◆ **Stored items**
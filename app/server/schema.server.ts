import { sql } from "drizzle-orm";
import { blob, index, integer, primaryKey, sqliteTable, text, uniqueIndex } from "drizzle-orm/sqlite-core";

// One schema module for the whole product. Ids are random text ids (see ids.server.ts), so a guessed id
// from another shop never lines up, and every tenant-owned table carries shop_id for the tenancy guard.

const createdAt = () =>
  integer("created_at", { mode: "timestamp_ms" }).notNull().default(sql`(unixepoch('subsec') * 1000)`);

export const users = sqliteTable("users", {
  id: text("id").primaryKey(),
  email: text("email").notNull().unique(),
  name: text("name").notNull(),
  passwordHash: text("password_hash").notNull(),
  createdAt: createdAt(),
});

export const shops = sqliteTable("shops", {
  id: text("id").primaryKey(),
  name: text("name").notNull(),
  currency: text("currency").notNull().default("USD"),
  taxRateBp: integer("tax_rate_bp").notNull().default(0),
  warrantyDays: integer("warranty_days").notNull().default(90),
  retentionDays: integer("retention_days").notNull().default(730),
  /** How long an unclaimed device is kept after the customer is told it is ready, as the intake terms say. */
  unclaimedDays: integer("unclaimed_days").notNull().default(60),
  createdAt: createdAt(),
});

/** The tenant column of every shop-owned table: required, and removed with its shop. */
const ownedByShop = () =>
  text("shop_id")
    .notNull()
    .references(() => shops.id, { onDelete: "cascade" });

export const ROLES = ["owner", "lead", "tech", "desk"] as const;
export type Role = (typeof ROLES)[number];

export const members = sqliteTable(
  "members",
  {
    id: text("id").primaryKey(),
    shopId: ownedByShop(),
    userId: text("user_id")
      .notNull()
      .references(() => users.id, { onDelete: "cascade" }),
    role: text("role", { enum: ROLES }).notNull(),
    createdAt: createdAt(),
  },
  (t) => [uniqueIndex("members_shop_user").on(t.shopId, t.userId), index("members_user").on(t.userId)],
);

export const sessions = sqliteTable(
  "sessions",
  {
    id: text("id").primaryKey(),
    secretHash: blob("secret_hash", { mode: "buffer" }).notNull(),
    userId: text("user_id")
      .notNull()
      .references(() => users.id, { onDelete: "cascade" }),
    shopId: text("shop_id").references(() => shops.id, { onDelete: "set null" }),
    createdAt: createdAt(),
    lastSeenAt: integer("last_seen_at", { mode: "timestamp_ms" }).notNull(),
    expiresAt: integer("expires_at", { mode: "timestamp_ms" }).notNull(),
  },
  (t) => [index("sessions_user").on(t.userId)],
);

// Failed sign-ins, counted over a sliding window for throttling (never a hard lock-out).
export const signInFailures = sqliteTable(
  "sign_in_failures",
  {
    id: integer("id").primaryKey({ autoIncrement: true }),
    key: text("key").notNull(),
    at: integer("at", { mode: "timestamp_ms" }).notNull(),
  },
  (t) => [index("sign_in_failures_key_at").on(t.key, t.at)],
);

// Single-use links sent by e-mail: member invitations and password resets. Only a hash of the token is kept.
export const emailTokens = sqliteTable(
  "email_tokens",
  {
    id: text("id").primaryKey(),
    purpose: text("purpose", { enum: ["invite", "reset"] }).notNull(),
    tokenHash: text("token_hash").notNull().unique(),
    email: text("email").notNull(),
    shopId: text("shop_id").references(() => shops.id, { onDelete: "cascade" }),
    role: text("role", { enum: ROLES }),
    userId: text("user_id").references(() => users.id, { onDelete: "cascade" }),
    createdBy: text("created_by"),
    expiresAt: integer("expires_at", { mode: "timestamp_ms" }).notNull(),
    usedAt: integer("used_at", { mode: "timestamp_ms" }),
    createdAt: createdAt(),
  },
  (t) => [index("email_tokens_shop").on(t.shopId)],
);

export const boards = sqliteTable(
  "boards",
  {
    id: text("id").primaryKey(),
    shopId: ownedByShop(),
    maker: text("maker").notNull(),
    model: text("model").notNull(),
    boardNumber: text("board_number").notNull(),
    revision: text("revision").notNull().default(""),
    inputType: text("input_type", { enum: ["usb-c-pd", "barrel", "other"] }).notNull(),
    inputMillivolts: integer("input_millivolts").notNull(),
    batteryCells: integer("battery_cells").notNull().default(0),
    notes: text("notes").notNull().default(""),
    archivedAt: integer("archived_at", { mode: "timestamp_ms" }),
    createdAt: createdAt(),
  },
  (t) => [index("boards_shop").on(t.shopId), index("boards_shop_number").on(t.shopId, t.boardNumber)],
);

export const maps = sqliteTable(
  "maps",
  {
    id: text("id").primaryKey(),
    shopId: ownedByShop(),
    boardId: text("board_id")
      .notNull()
      .references(() => boards.id, { onDelete: "cascade" }),
    name: text("name").notNull(),
    // The draft is one JSON document (docs/decisions/002); revision counts saves so concurrent edits are caught.
    draft: text("draft", { mode: "json" }).$type<unknown>(),
    draftRevision: integer("draft_revision").notNull().default(0),
    draftUpdatedBy: text("draft_updated_by"),
    draftUpdatedAt: integer("draft_updated_at", { mode: "timestamp_ms" }),
    createdAt: createdAt(),
  },
  (t) => [index("maps_shop_board").on(t.shopId, t.boardId)],
);

export const mapVersions = sqliteTable(
  "map_versions",
  {
    id: text("id").primaryKey(),
    shopId: ownedByShop(),
    mapId: text("map_id")
      .notNull()
      .references(() => maps.id, { onDelete: "cascade" }),
    number: integer("number").notNull(),
    document: text("document", { mode: "json" }).$type<unknown>().notNull(),
    note: text("note").notNull().default(""),
    publishedBy: text("published_by"),
    publishedAt: createdAt(),
  },
  (t) => [uniqueIndex("map_versions_map_number").on(t.mapId, t.number)],
);

export const customers = sqliteTable(
  "customers",
  {
    id: text("id").primaryKey(),
    shopId: ownedByShop(),
    name: text("name").notNull(),
    email: text("email"),
    phone: text("phone"),
    consentToContact: integer("consent_to_contact", { mode: "boolean" }).notNull().default(false),
    erasedAt: integer("erased_at", { mode: "timestamp_ms" }),
    createdAt: createdAt(),
  },
  (t) => [index("customers_shop").on(t.shopId)],
);

export const JOB_STATES = [
  "received",
  "diagnosing",
  "awaiting-approval",
  "repairing",
  "testing",
  "ready",
  "closed",
  "declined",
] as const;

export const jobs = sqliteTable(
  "jobs",
  {
    id: text("id").primaryKey(),
    shopId: ownedByShop(),
    number: integer("number").notNull(),
    customerId: text("customer_id").references(() => customers.id, { onDelete: "set null" }),
    boardId: text("board_id").references(() => boards.id, { onDelete: "set null" }),
    serial: text("serial").notNull().default(""),
    complaint: text("complaint").notNull().default(""),
    state: text("state", { enum: JOB_STATES }).notNull().default("received"),
    assignedTo: text("assigned_to"),
    details: text("details", { mode: "json" }).$type<Record<string, unknown>>(),
    // Intake (issue 7): the device as received, what was agreed, and the passcode sealed with AES-256-GCM.
    conditionNotes: text("condition_notes").notNull().default(""),
    accessories: text("accessories").notNull().default(""),
    diagnosticFeeMinor: integer("diagnostic_fee_minor").notNull().default(0),
    termsAcceptedAt: integer("terms_accepted_at", { mode: "timestamp_ms" }),
    unclaimedDays: integer("unclaimed_days"),
    passcodeSealed: text("passcode_sealed"),
    warrantyOfJobId: text("warranty_of_job_id"),
    // False for a warranty comeback inside the shop's warranty period: nothing is charged.
    chargeable: integer("chargeable", { mode: "boolean" }).notNull().default(true),
    waivedBy: text("waived_by"),
    waivedAt: integer("waived_at", { mode: "timestamp_ms" }),
    waiverReason: text("waiver_reason"),
    stateChangedAt: integer("state_changed_at", { mode: "timestamp_ms" }),
    closedAt: integer("closed_at", { mode: "timestamp_ms" }),
    anonymisedAt: integer("anonymised_at", { mode: "timestamp_ms" }),
    createdBy: text("created_by"),
    createdAt: createdAt(),
    // Rollup for insights: how many of the shop's jobs carry this serial number (kept by the `jobs_serial_*`
    // triggers, ROLLUP_TRIGGERS, in the same statement as each job write). Only a serial with more than one
    // job can be a repeat failure.
    serialJobs: integer("serial_jobs").notNull().default(1),
  },
  (t) => [
    uniqueIndex("jobs_shop_number").on(t.shopId, t.number),
    index("jobs_shop_state").on(t.shopId, t.state),
    // Insights: repeat failures on the same serial number.
    index("jobs_shop_serial").on(t.shopId, t.serial),
    index("jobs_id_serial").on(t.id, t.serial, t.number),
    index("jobs_serial_repeats")
      .on(t.shopId, t.serial, t.number, t.id, t.serialJobs)
      .where(sql`${t.serialJobs} > 1 AND ${t.serial} <> ''`),
  ],
);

◆ **ASSIGNMENT**
In the entries above, copy each line that contains the string "drizzle".

◆ **TASK RESULT**
import { sql } from "drizzle-orm";
import { blob, index, integer, primaryKey, sqliteTable, text, uniqueIndex } from "drizzle-orm/sqlite-core";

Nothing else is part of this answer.